Image super-resolution (SR) is widely used on mobile devices to enhance user experience. However, neural networks used for SR are computationally expensive, posing challenges for mobile devices with limited computing power. A viable solution is to use heterogeneous processors on mobile devices, especially the specialized hardware AI accelerators, for SR computations, but the reduced arithmetic precision on AI accelerators can lead to degraded perceptual quality in upscaled images. To address this limitation, in this paper we present SR For Your Eyes (FYE-SR), a novel image SR technique that enhances the perceptual quality of upscaled images when using heterogeneous processors for SR computations. FYE-SR strategically splits the SR model and dispatches different layers to heterogeneous processors, to meet the time constraint of SR computations while minimizing the impact of AI accelerators on image quality. Experiment results show that FYE-SR outperforms the best baselines, improving perceptual image quality by up to 2×, or reducing SR computing latency by up to 5.6× with on-par image quality.
Recent SOTA Image Super-Resolution (SR) techniques are mainly based on Neural networks (NNs) that can better capture such non-linearity and hence improve the image quality. However, NN-based SR models are computationally expensive for mobile devices with limited computing power. A better alternative is to involve specialized hardware AI accelerators that have been readily available in mobile SoCs, such as Neural Processing Units (NPUs), in addition to traditional processors (e.g., CPU and GPU) for faster inference.

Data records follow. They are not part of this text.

"""The generated predictor's command line, run as users run it: ``python3 -I -S predictor.py``.
CSV conventions (SPEC): columns by header name in any order, extra ones ignored, a BOM accepted,
bad rows and rejected rows exit 2 with one line naming the row and column."""

from __future__ import annotations

import csv
import io
import subprocess
import sys

import numpy as np
import pytest

from nodecast.compiler import emit, reference, save
from nodecast.compiler.verify.runners.python import rows_as_csv


@pytest.fixture(scope="module")
def files(friedman_bundle, classifier_bundle, tmp_path_factory):
    folder = tmp_path_factory.mktemp("cli")
    paths = {}
    for name, bundle, policy in (("pass", friedman_bundle, "pass"),
                                 ("reject", friedman_bundle, "reject"),
                                 ("iris", classifier_bundle, "pass")):
        paths[name] = folder / f"{name}.py"
        emit(bundle, "python", paths[name], out_of_domain=policy)
    return paths


def run(path, *arguments, stdin: bytes = b""):
    return subprocess.run([sys.executable, "-I", "-S", str(path), *arguments], input=stdin,
                          capture_output=True)


def rows(net, count=20, seed=0):
    rng = np.random.default_rng(seed)
    return net.domain_low + rng.random((count, net.n_features)) * (net.domain_high - net.domain_low)


def parse(output: bytes):
    records = list(csv.reader(io.StringIO(output.decode("utf-8"), newline="")))
    return records[0], records[1:]


def assert_one_line_error(done, *fragments):
    message = done.stderr.decode("utf-8")
    assert done.returncode == 2 and done.stdout == b""
    assert len(message.strip().splitlines()) == 1 and "Traceback" not in message, message
    for fragment in fragments:
        assert fragment in message, message


def test_output_numbers_round_trip_to_the_api_values(friedman_bundle, files):
    import importlib.util

    spec = importlib.util.spec_from_file_location("cli_pass_predictor", files["pass"])
    module = importlib.util.module_from_spec(spec)
    spec.loader.exec_module(module)
    X = rows(friedman_bundle.network, 50, seed=1)
    _, body = parse(run(files["pass"], stdin=rows_as_csv(module.FEATURE_NAMES, X)).stdout)
    # repr writes the shortest text that reads back as the same binary64 (Python docs)
    assert [[float(cell) for cell in record] for record in body] == module.predict_many(X.tolist())


def test_columns_by_name_in_any_order_with_extras_bom_and_crlf(friedman_bundle, files):
    net, X = friedman_bundle.network, rows(friedman_bundle.network)
    plain = run(files["pass"], stdin=rows_as_csv(net.feature_names, X))
    order = [3, 0, 4, 2, 1]
    shuffled = io.StringIO()
    writer = csv.writer(shuffled, lineterminator="\r\n")
    writer.writerow(["note"] + [net.feature_names[i] for i in order] + ["y"])
    writer.writerows([["a, b"] + [repr(row[i]) for i in order] + ["0"] for row in X.tolist()])
    messy = run(files["pass"], stdin=b"\xef\xbb\xbf" + shuffled.getvalue().encode())
    assert plain.returncode == messy.returncode == 0
    assert plain.stdout == messy.stdout
    header, body = parse(plain.stdout)
    assert header == ["y"] and len(body) == len(X)


def test_file_argument_stdin_and_dash_agree(friedman_bundle, files, tmp_path):
    data = rows_as_csv(friedman_bundle.network.feature_names, rows(friedman_bundle.network))
    (tmp_path / "in.csv").write_bytes(data)
    from_file = run(files["pass"], str(tmp_path / "in.csv"))
    assert from_file.returncode == 0
    assert from_file.stdout == run(files["pass"], stdin=data).stdout == run(
        files["pass"], "-", stdin=data).stdout


def test_values_equal_the_reference_and_nodecast_predict(friedman_bundle, files, tmp_path):
    from nodecast.cli import main

    net, X = friedman_bundle.network, rows(friedman_bundle.network, 200, seed=3)
    (tmp_path / "in.csv").write_bytes(rows_as_csv(net.feature_names, X))
    header, body = parse(run(files["pass"], str(tmp_path / "in.csv")).stdout)
    got = np.array([[float(cell) for cell in record] for record in body])
    span = np.ptp(reference.predict(net, rows(net, 2000, seed=4)))
    assert np.max(np.abs(got - reference.predict(net, X))) <= 1e-10 * span  # SPEC "Numerics"
    save(friedman_bundle, tmp_path / "m.ncast")
    main(["predict", str(tmp_path / "m.ncast"), str(tmp_path / "in.csv"), "-o",
          str(tmp_path / "ref.csv")])
    ref_header, ref_body = parse((tmp_path / "ref.csv").read_bytes())
    ref = np.array([[float(cell) for cell in record] for record in ref_body])
    assert ref_header == header and np.max(np.abs(got - ref)) <= 1e-10 * span


def test_missing_columns_are_all_named(friedman_bundle, files):
    done = run(files["pass"], stdin=b"x0,x2,x4\n1,2,3\n")
    assert_one_line_error(done, "missing column(s) 'x1', 'x3'")


@pytest.mark.parametrize(("cell", "shown"), [("abc", "'abc' is not a number"),
                                             ("", "an empty cell"), ("  ", "an empty cell"),
                                             ("1,5", "has 6 fields")])
def test_bad_cells_name_row_and_column(friedman_bundle, files, cell, shown):
    text = "x0,x1,x2,x3,x4\n0.5,0.5,0.5,0.5,0.5\n0.5,\"CELL\",0.5,0.5,0.5\n"
    text = text.replace('"CELL"', cell if cell != "1,5" else "1,5")
    done = run(files["pass"], stdin=text.encode())
    assert_one_line_error(done, "line 3 (data row 2)", shown)
    if cell != "1,5":
        assert "column 'x1'" in done.stderr.decode()


@pytest.mark.parametrize(("data", "shown"), [(b"", "empty input"), (b"\xff\xfe,\n", "not UTF-8"),
                                             (b"x0,x0,x1\n", "duplicated column"),
                                             (b"x0,,x1\n", "header column 2 has no name"),
                                             (b'x0,x1\n"1,2\n', "malformed CSV")])
def test_unusable_input_is_one_line(files, data, shown):
    assert_one_line_error(run(files["pass"], stdin=data), shown)


def test_missing_file_and_bad_option(files, tmp_path):
    assert_one_line_error(run(files["pass"], str(tmp_path / "none.csv")), "cannot read")
    assert_one_line_error(run(files["pass"], "--frobnicate"), "unrecognized arguments")


def test_help_lists_the_features_and_exits_0(files):
    done = run(files["pass"], "--help")
    assert done.returncode == 0
    assert b"x0, x1, x2, x3, x4" in done.stdout and b"--keep-going" in done.stdout


def test_rejected_row_stops_or_becomes_nan(friedman_bundle, files):
    net = friedman_bundle.network
    X = rows(net, 4)
    X[2, 3] = net.domain_high[3] + 1.0
    data = rows_as_csv(net.feature_names, X)
    assert_one_line_error(run(files["reject"], stdin=data), "line 4 (data row 3), column 'x3'",
                          "outside the declared domain")
    done = run(files["reject"], "--keep-going", stdin=data)
    assert done.returncode == 0 and b"1 row(s) outside" in done.stderr
    _, body = parse(done.stdout)
    assert body[2] == ["nan"] and all(record != ["nan"] for i, record in enumerate(body) if i != 2)


def test_nan_cells_pass_through_as_nan(files):
    done = run(files["pass"], stdin=b"x0,x1,x2,x3,x4\nnan,0.5,0.5,0.5,0.5\n")
    assert done.returncode == 0 and parse(done.stdout)[1] == [["nan"]]


def test_classifier_writes_labels_and_scores(classifier_bundle, files):
    net = classifier_bundle.network
    X = rows(net, 150, seed=5)
    data = rows_as_csv(net.feature_names, X)
    header, body = parse(run(files["iris"], stdin=data).stdout)
    assert header == ["label"]
    assert [record[0] for record in body] == list(reference.predict_labels(net, X))
    header, body = parse(run(files["iris"], "--scores", stdin=data).stdout)
    assert header == ["label"] + [f"score:{name}" for name in net.target_names]
    scores = np.array([[float(cell) for cell in record[1:]] for record in body])
    assert np.max(np.abs(scores - reference.predict(net, X))) <= 1e-10  # scores span about 1


@pytest.mark.slow
def test_a_closed_pipe_ends_quietly(friedman_bundle, files):
    data = rows_as_csv(friedman_bundle.network.feature_names, rows(friedman_bundle.network, 20000))
    pipe = subprocess.PIPE
    process = subprocess.Popen([sys.executable, "-I", "-S", str(files["pass"])], stdin=pipe,
                               stdout=pipe, stderr=pipe)
    process.stdin.write(data)
    process.stdin.close()
    assert process.stdout.readline() == b"y\n"
    process.stdout.close()
    assert process.wait(timeout=120) == 1 and b"Traceback" not in process.stderr.read()
    process.stderr.close()


@pytest.mark.parametrize("cell", ["1.5", " -2e-3 ", "+.5", "7.", "nan", "-inf", "Infinity", "1e400",
                                  "1_000", "0x10", "\u0663", "1,5", "--1", "1e", "NaN", "inf5"])
def test_cells_follow_the_same_number_rules_as_nodecast_predict(files, cell):
    from nodecast.compiler import NodecastError
    from nodecast.compiler.csvio import read_table

    text = "x0,x1,x2,x3,x4\n" + ",".join(['"' + cell + '"'] + ["0.5"] * 4) + "\n"
    try:  # the product's own CSV reader, as ``nodecast predict`` calls it
        expected = read_table(None, text).numbers(["x0"], allow_nonfinite=True)[0, 0]
    except NodecastError:
        expected = None
    done = run(files["pass"], stdin=text.encode())
    assert (done.returncode == 0) == (expected is not None), done.stderr
    if expected is not None and np.isnan(expected):
        assert parse(done.stdout)[1] == [["nan"]]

However, their use of fixed-point arithmetic could result in low quality in upscaled images when being applied to regression-based SR task.
To mitigate such image quality drop, existing schemes split input images into small patches and dispatch these patches to traditional processors and AI accelerators. However, when upscaled patches are re-stitched to form a complete image, such image-based split of SR computations often leads to color mismatch and visual inconsistency across image patches, as shown in the figure below. This inconsistency may not impact the structural image quality with a small portion of mismatching patches , but can largely affect the human perception of images.

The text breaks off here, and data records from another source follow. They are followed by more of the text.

"""Per-node against per-layer fixed-point scales (issue 20), the C entry points and names (issue 15).

Outside references: scikit-learn's diabetes data (Efron, Hastie, Johnstone and Tibshirani 2004,
"Least angle regression", as shipped by sklearn.datasets.load_diabetes); the host C compiler as the
runtime; a synthetic set with one steep region (a tanh step of slope 200, our own). The 5% rule is
the accuracy budget of issue 20 (artifact test RMSE <= 1.05 x the model's test RMSE).
"""

from __future__ import annotations

import numpy as np
import pytest

from nodecast.compiler import reference
from nodecast.compiler.bounds import certify
from nodecast.compiler.errors import NodecastError
from nodecast.compiler.passes.quantise import make_plan
from nodecast.compiler.verify.runners import c as c_runner
from tests.compiler.c_support import emit_c, need, run_c


def _steep_data(rows=3000, seed=0):
    rng = np.random.default_rng(seed)
    X = rng.uniform(-1.0, 1.0, (rows, 2))
    y = np.tanh(200.0 * (X[:, 0] - 0.3)) + 0.5 * np.sin(2.0 * X[:, 1])
    return X, y + 0.05 * rng.standard_normal(rows)


def _diabetes_data():
    from sklearn.datasets import load_diabetes

    data = load_diabetes()
    return data.data, data.target


def _split_and_train(X, y):
    from sklearn.model_selection import train_test_split

    from nodecast.trainer import RandomNodeRegressor, to_bundle

    X_train, X_test, y_train, y_test = train_test_split(X, y, test_size=0.25, random_state=0)
    model = RandomNodeRegressor(random_state=0).fit(X_train, y_train)
    bundle = to_bundle(model, feature_names=[f"x{i}" for i in range(X.shape[1])],
                       target_names=["y"])
    return bundle, X_test, y_test


@pytest.fixture(scope="module")
def steep_model():
    return _split_and_train(*_steep_data())


def _rmse(a, b) -> float:
    return float(np.sqrt(np.mean((np.asarray(a) - np.asarray(b)) ** 2)))


@pytest.mark.slow
@pytest.mark.parametrize("data", ["diabetes", "steep"])
@pytest.mark.parametrize("scales", ["node", "layer"])
def test_q15_artifact_loses_at_most_5_percent_of_the_test_rmse(tmp_path, data, scales):
    need("gcc")
    bundle, X_test, y_test = _split_and_train(*(_diabetes_data() if data == "diabetes"
                                               else _steep_data()))
    model_rmse = _rmse(reference.predict(bundle.network, X_test)[:, 0], y_test)
    emit_c(bundle, tmp_path, precision="q15", out_of_domain="clamp", scales=scales)
    artifact_rmse = _rmse(run_c(tmp_path, X_test)[:, 0], y_test)
    assert artifact_rmse <= 1.05 * model_rmse, (artifact_rmse, model_rmse)


def test_per_node_formats_follow_each_rows_magnitude(steep_model):
    """Each node's weights fill the word (its largest weight above half the range), where the
    per-layer plan leaves most rows in coarse steps because of the steepest one."""
    net = steep_model[0].network
    node, layer = make_plan(net, "q15", scales="node"), make_plan(net, "q15", scales="layer")
    word = 2**15 - 1
    largest = np.array([max(abs(int(v)) for v in row) for row in node.hidden_weights])
    assert np.all(largest > word // 2)
    assert min(node.hidden_frac) == layer.hidden_frac[0] < max(node.hidden_frac)
    weight_error = np.abs(node.real_weights()[0] - node.at).max(axis=1)
    assert np.median(weight_error) < np.median(np.abs(layer.real_weights()[0] - layer.at).max(axis=1))


@pytest.mark.parametrize("precision", ["q15", "q31"])
def test_per_node_bound_is_tighter_and_never_beaten(steep_model, tmp_path, precision):
    """The certified bound with per-node scales is below the per-layer one on the steep model,
    and the artifact's error on fresh points of the domain stays below it."""
    need("gcc")
    bundle, _, _ = steep_model
    net = bundle.network
    bounds = {s: certify(net, "c", precision, scales=s).worst for s in ("node", "layer")}
    assert bounds["node"] < bounds["layer"]
    emit_c(bundle, tmp_path, precision=precision, out_of_domain="clamp")
    rng = np.random.default_rng(4)
    X = net.domain_low + rng.random((4000, net.n_features)) * (net.domain_high - net.domain_low)
    error = np.max(np.abs(run_c(tmp_path, X) - reference.predict(net, X)))
    reference_rounding = certify(net, "reference", "float64").worst
    assert 0 < error <= bounds["node"] + reference_rounding


@pytest.mark.parametrize(("emitted", "edited"), [("node", "layer"), ("layer", "node")])
def test_scales_are_declared_and_an_edited_declaration_is_refused(steep_model, tmp_path, capsys,
                                                                  emitted, edited):
    """verify exits 2 with one line when the header's SCALES does not match what the source
    computes."""
    from nodecast.compiler import save
    from tests.helpers import run_cli

    need("gcc")
    bundle = steep_model[0]
    model = save(bundle, tmp_path / "steep.ncast")
    folder = emit_c(bundle, tmp_path / "c", precision="q15", out_of_domain="clamp", scales=emitted)
    assert c_runner.describe(folder)["scales"] == emitted
    assert run_cli(capsys, "verify", model, folder).status in (0, 1)  # as emitted: judged
    header = folder / "model.h"
    header.write_text(header.read_text().replace(f'MODEL_SCALES "{emitted}"',
                                                 f'MODEL_SCALES "{edited}"'))
    if edited == "layer":  # the per-node tables contradict the declaration
        with pytest.raises(NodecastError, match="declares scales 'layer'.*edited"):
            c_runner.describe(folder)
    # either way verify recomputes the bound of the declared scales, which the header contradicts
    status, _, err = run_cli(capsys, "verify", model, folder)
    assert status == 2 and len(err.strip().splitlines()) == 1
    assert ("declares scales" if edited == "layer" else "certified_bound") in err


def test_verify_recomputes_the_bound_of_the_declared_scales(steep_model, tmp_path):
    from nodecast.compiler.verify.tolerance import certified_tolerance

    need("gcc")
    bundle = steep_model[0]
    for scales in ("node", "layer"):
        artifact = emit_c(bundle, tmp_path / scales, precision="q15", out_of_domain="clamp",
                          scales=scales)
        info = c_runner.describe(artifact)
        tolerance = certified_tolerance(bundle.network, info)
        assert list(tolerance.certified) == list(certify(bundle.network, "c", "q15",
                                                         scales=scales).per_output)


def test_scales_option_is_checked(steep_model, tmp_path):
    bundle = steep_model[0]
    with pytest.raises(NodecastError, match="--scales"):
        emit_c(bundle, tmp_path, precision="float32", scales="node")
    with pytest.raises(NodecastError, match="--scales"):
        emit_c(bundle, tmp_path, precision="q15", out_of_domain="clamp", scales="row")


SCRATCH_MAIN = r"""
#include <stdio.h>
#include "model.h"
int main(void)
{
    REAL x[MODEL_N_INPUTS];
    REAL a[MODEL_N_OUTPUTS];
    REAL b[MODEL_N_OUTPUTS];
    model_scratch scratch;
    int i;
    int row;
    int same = 0;
    for (row = 0; row < 200; ++row) {
        for (i = 0; i < MODEL_N_INPUTS; ++i) {
            x[i] = (REAL)(((row * 7 + i * 13) % 41) - 20) * (REAL)STEP;
        }
        if (model_predict(x, a) == MODEL_OK && model_predict_scratch(x, b, &scratch) == MODEL_OK
            && memcmp(a, b, sizeof a) == 0) {
            ++same;
        }
    }
    printf("%d %d %d\n", same, (int)sizeof(model_scratch), MODEL_SCRATCH_BYTES);
    return 0;
}
"""


@pytest.mark.parametrize(("precision", "real", "step"), [("float32", "float", "0.05"),
                                                         ("q15", "int16_t", "400"),
                                                         ("q31", "int32_t", "20000000")])
def test_the_scratch_entry_point_computes_the_same_bits(steep_model, tmp_path, precision, real,
                                                        step):
    import subprocess

    from tests.compiler.c_support import STRICT

    need("gcc")
    emit_c(steep_model[0], tmp_path, precision=precision, out_of_domain="clamp")
    (tmp_path / "main.c").write_text("#include <string.h>\n" + SCRATCH_MAIN)
    subprocess.run(["gcc", *STRICT, "-O2", f"-DREAL={real}", f"-DSTEP={step}", "model.c",
                    "main.c", "-o", "scratch", "-lm"], cwd=tmp_path, check=True)
    out = subprocess.run(["./scratch"], cwd=tmp_path, capture_output=True, text=True, check=True)
    same, size, stated = (int(v) for v in out.stdout.split())
    assert same == 200
    # the stated stack arrays: the scratch type, and for float one tile of node values beside it
    tile = 0 if precision.startswith("q") else int((tmp_path / "model.h").read_text()
                                                   .split("#define MODEL_TILE ")[1].split()[0])
    assert stated == size + tile * 4


def test_status_codes_are_an_enum_of_the_codes_that_can_occur(steep_model, tmp_path):
    bundle = steep_model[0]
    for precision, policy, codes in [("float32", "pass", ["MODEL_OK = 0", "NAN_INPUT = 1"]),
                                     ("q15", "clamp", ["MODEL_OK = 0"]),
                                     ("q15", "reject", ["MODEL_OK = 0", "OUT_OF_DOMAIN = 2"])]:
        folder = emit_c(bundle, tmp_path / f"{precision}{policy}", precision=precision,
                        out_of_domain=policy)
        header = (folder / "model.h").read_text()
        enum = header[header.index("typedef enum {"): header.index("} model_status;")]
        assert all(code in enum for code in codes)
        assert enum.count(" = ") == len(codes)
        assert "#define MODEL_OK" not in header


def test_per_node_hidden_formats_only_where_they_pay():
    """q15 always takes them; q31 keeps one hidden format when the per-layer weights' rounding
    summed over a node's inputs is below half a step of the Q5.26 argument (their integers are
    then the per-layer plan's, bit for bit)."""
    from sklearn.datasets import make_friedman1

    from nodecast.trainer import RandomNodeRegressor, to_bundle

    X, y = make_friedman1(600, n_features=5, noise=0.1, random_state=1)  # Friedman (1991) #1
    smooth = to_bundle(RandomNodeRegressor(n_nodes=30, random_state=0).fit(X, y)).network
    node, layer = make_plan(smooth, "q31", scales="node"), make_plan(smooth, "q31", scales="layer")
    assert smooth.n_features * 2.0 ** -(layer.hidden_frac[0] + 1) < 2.0**-27
    assert node.hidden_frac == layer.hidden_frac and node.hidden_shift == layer.hidden_shift
    assert all(a == b for a, b in zip(node.hidden_weights.ravel(), layer.hidden_weights.ravel(),
                                      strict=True))
    assert len(set(make_plan(smooth, "q15", scales="node").hidden_frac)) > 1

Our work addresses the visual inconsistency
in upscaled images by introducing a new procedure-based
approach to splitting SR computations among heterogeneous
processors, as opposed to the traditional image-based split-
ting. As shown below, We split the SR model and adaptively
dispatch different NN layers of the SR model to heterogeneous
processors, according to the computing complexity
of these NN layers and how SR computations in these layers
are affected by the reduced arithmetic precision. Our goal
is to maximize the utilization of AI accelerators within the
given time constraints on SR computations, while minimizing
their impact on perceptual image quality.

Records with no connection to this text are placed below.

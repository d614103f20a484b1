"""Our scrambled Sobol' points are SciPy's, point for point, without importing scipy.stats."""

from __future__ import annotations

import subprocess
import sys
import warnings

import numpy as np
import pytest

from nodecast.compiler.sobol import sobol


@pytest.mark.parametrize("d, n, seed", [(1, 8, 0), (2, 16, 3), (4, 100, 7), (5, 4096, 0),
                                        (12, 33, 1), (40, 257, 11), (3, 1, 2)])
def test_points_equal_scipys_scrambled_sobol(d, n, seed):
    from scipy.stats import qmc  # the reference implementation (SciPy)

    with warnings.catch_warnings():
        warnings.simplefilter("ignore")  # SciPy warns when n is not a power of two
        want = qmc.Sobol(d=d, scramble=True, seed=seed).random(n)
    assert np.array_equal(sobol(d, n, seed), want)


def _modules_after(args: list[str]) -> set[str]:
    code = ("import sys\nfrom nodecast.cli import main\n"
            "try:\n    main(sys.argv[1:])\n"
            "except SystemExit as exc:\n    assert exc.code in (0, None), exc.code\n"
            "print(' '.join(sorted(sys.modules)))")
    result = subprocess.run([sys.executable, "-c", code, *args], capture_output=True, text=True,
                            check=True)
    return set(result.stdout.split())


@pytest.mark.slow
def test_help_imports_no_numpy_and_emit_no_scipy_stats(tmp_path, friedman_bundle):
    from nodecast.compiler import save

    assert "numpy" not in _modules_after(["--help"])
    save(friedman_bundle, tmp_path / "m.ncast")
    for target, out in (("python", "m.py"), ("c", "c")):
        loaded = _modules_after(["emit", str(tmp_path / "m.ncast"), "--to", target,
                                 "-o", str(tmp_path / out)])
        assert "scipy.stats" not in loaded and "sklearn" not in loaded, target
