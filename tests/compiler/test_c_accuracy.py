"""Host builds of the generated C against the float64 reference: the precision promises of the spec,
the fixed-point estimate against the measured error, and each activation's stated error."""

from __future__ import annotations

import numpy as np
import pytest

from nodecast.compiler import reference, typical_error
from nodecast.compiler.passes.quantise import make_plan
from nodecast.compiler.verify.probes import corners, near_bounds, sobol
from tests.compiler.c_support import emit_c, need, run_c, single_node_bundle


def _probes(net, seed: int = 11, count: int = 4096) -> np.ndarray:
    """Fresh probes (not the estimate's): scrambled Sobol points, the corners, near the bounds."""
    return np.vstack([sobol(net, count, seed), corners(net, seed), near_bounds(net, seed)])


def _max_error(bundle, folder, X, policy="pass") -> np.ndarray:
    got = run_c(folder, X)
    want = reference.predict(bundle.network, X, "clamp" if policy == "clamp" else "pass")
    return np.max(np.abs(got - want), axis=0)


def test_float64_is_within_1e_10_of_the_output_range(friedman_bundle, tmp_path):
    need("gcc")
    emit_c(friedman_bundle, tmp_path, precision="float64")
    X = _probes(friedman_bundle.network)
    want = reference.predict(friedman_bundle.network, X)
    assert np.all(_max_error(friedman_bundle, tmp_path, X) <= 1e-10 * np.ptp(want, axis=0))


def test_float32_loses_under_5_percent_of_the_validation_error(friedman_bundle, tmp_path):
    # Friedman #1 (Friedman 1991) held-out rows as scikit-learn generates them, with the same noise.
    from sklearn.datasets import make_friedman1

    need("gcc")
    X_valid, y_valid = make_friedman1(1000, n_features=5, noise=1.0, random_state=99)
    net = friedman_bundle.network
    validation_rmse = np.sqrt(np.mean((reference.predict(net, X_valid)[:, 0] - y_valid) ** 2))
    emit_c(friedman_bundle, tmp_path, precision="float32")
    X = np.vstack([X_valid, _probes(net)])
    assert _max_error(friedman_bundle, tmp_path, X)[0] <= 0.05 * validation_rmse


@pytest.fixture(scope="module")
def fixed_point_models(friedman_bundle, classifier_bundle, friedman_bundle_factory):
    return {"friedman-logistic": friedman_bundle, "iris-classifier": classifier_bundle,
            "friedman-tanh": friedman_bundle_factory(n_nodes=120, rows=1200, seed=5,
                                                     activation="tanh")}


@pytest.mark.parametrize("precision", ["q15", "q31"])
@pytest.mark.parametrize("model", ["friedman-logistic", "friedman-tanh", "iris-classifier"])
@pytest.mark.slow
def test_fixed_point_estimate_is_not_below_the_measured_error(fixed_point_models, tmp_path,
                                                             precision, model):
    need("gcc")
    bundle = fixed_point_models[model]
    emit_c(bundle, tmp_path, precision=precision, out_of_domain="clamp")
    measured = _max_error(bundle, tmp_path, _probes(bundle.network), "clamp")
    estimate = np.asarray(typical_error.estimate(bundle.network, precision).per_output)
    assert np.all(measured <= estimate), (measured, estimate)
    assert np.all(measured >= estimate / 30), (measured, estimate)  # an estimate, not a wild bound
    if precision == "q15":  # the quantisation step alone (Q15: 2^-15 of each scale) shows
        assert np.all(measured > 2.0**-15 * np.max(np.abs(bundle.network.output_scale)) / 4)


IMPLS = [("float32", "rational"), ("float64", "rational"), ("float32", "table"),
         ("float64", "table")]


@pytest.mark.parametrize("activation", ["tanh", "logistic"])
@pytest.mark.parametrize("precision, impl", IMPLS)
@pytest.mark.slow
def test_libm_free_activation_is_within_its_stated_error(tmp_path, precision, impl, activation):
    need("gcc")
    from scipy.special import expit

    bundle = single_node_bundle(activation, reach=12.0)
    artifact = emit_c(bundle, tmp_path, precision=precision, activation_impl=impl)
    stated = float(_macro(artifact / "model.h", "MODEL_ACTIVATION_ERROR"))
    z = np.linspace(-12.0, 12.0, 240_001)
    if precision == "float32":
        z = z.astype(np.float32).astype(np.float64)  # the points the float32 artifact receives
    got = run_c(tmp_path, z[:, None])[:, 0]
    # references: NumPy's tanh and SciPy's logistic (expit), both double precision
    want = np.tanh(z) if activation == "tanh" else expit(z)
    measured = np.max(np.abs(got - want))
    one_rounding = 2.0**-24 if precision == "float32" else 2.0**-53  # IEEE 754 unit roundoff
    limit = stated if activation == "tanh" else stated / 2 + 2 * one_rounding
    assert measured <= limit
    assert measured >= limit / 20  # the statement is tight enough to be informative


@pytest.mark.parametrize("activation", ["tanh", "logistic"])
@pytest.mark.parametrize("precision, frac", [("q15", 10), ("q31", 12)])
def test_fixed_point_table_is_within_its_stated_error(tmp_path, precision, frac, activation):
    """Inputs on the Q grid of the input format, so only the table and the output's own rounding
    stand between the artifact and tanh (or the logistic)."""
    need("gcc")
    from scipy.special import expit

    bundle = single_node_bundle(activation, reach=8.0)
    plan = make_plan(bundle.network, precision)
    assert plan.input_frac[0] >= frac  # the grid below is exact in the input's format
    emit_c(bundle, tmp_path, precision=precision, out_of_domain="clamp")
    z = np.arange(-8 * 2**frac, 8 * 2**frac + 1) * 2.0**-frac
    got = run_c(tmp_path, z[:, None])[:, 0]
    want = np.tanh(z) if activation == "tanh" else expit(z)
    output_rounding = 0.5 * 2.0 ** -plan.result_frac[0]
    limit = (plan.table_error if activation == "tanh" else plan.table_error / 2) + output_rounding
    assert np.max(np.abs(got - want)) <= limit


def _macro(header, name: str) -> str:
    for line in header.read_text().splitlines():
        if line.startswith(f"#define {name} "):
            return line.split()[2]
    raise AssertionError(f"{name} not in {header}")


def test_single_node_bundle_is_its_activation():
    # The helper must compute g(x) exactly in the float64 reference: tanh from NumPy.
    from nodecast.compiler.reference import predict

    x = np.linspace(-8.0, 8.0, 101)[:, None]
    assert np.max(np.abs(predict(single_node_bundle("tanh").network, x)[:, 0] - np.tanh(x[:, 0]))) \
        < 1e-15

As shown in the figure above, our design of FYE-SR consists of three main modules. During the offline phase, we first use a SR Timing Profiler to measure the computing latencies of SR model’s different NN layers on traditional processors (e.g., GPU) and AI accelerators (e.g., NPU), respectively. Then, knowledge about such latencies will be used to train a Model Split Learner to solve Eq. (2) for the optimal split of SR model.
During the online phase, FYE-SR enforces such model split, and uses a Data Format Converter to convert the intermediate feature maps into the right data formats (e.g., INT8 and FP32) for properly switching SR computations be- tween heterogeneous processors.
As shown in the figures below, compared to other SOTA image SR approaches, our method could reach the overall optimal result considering both the structual image quality and perceptual quality, while meeting the preset deadline requirement.
Looking into the output images, FYE-SR can effectively suppress the distortions and visual inconsistency at detailed objects (windows on buildings).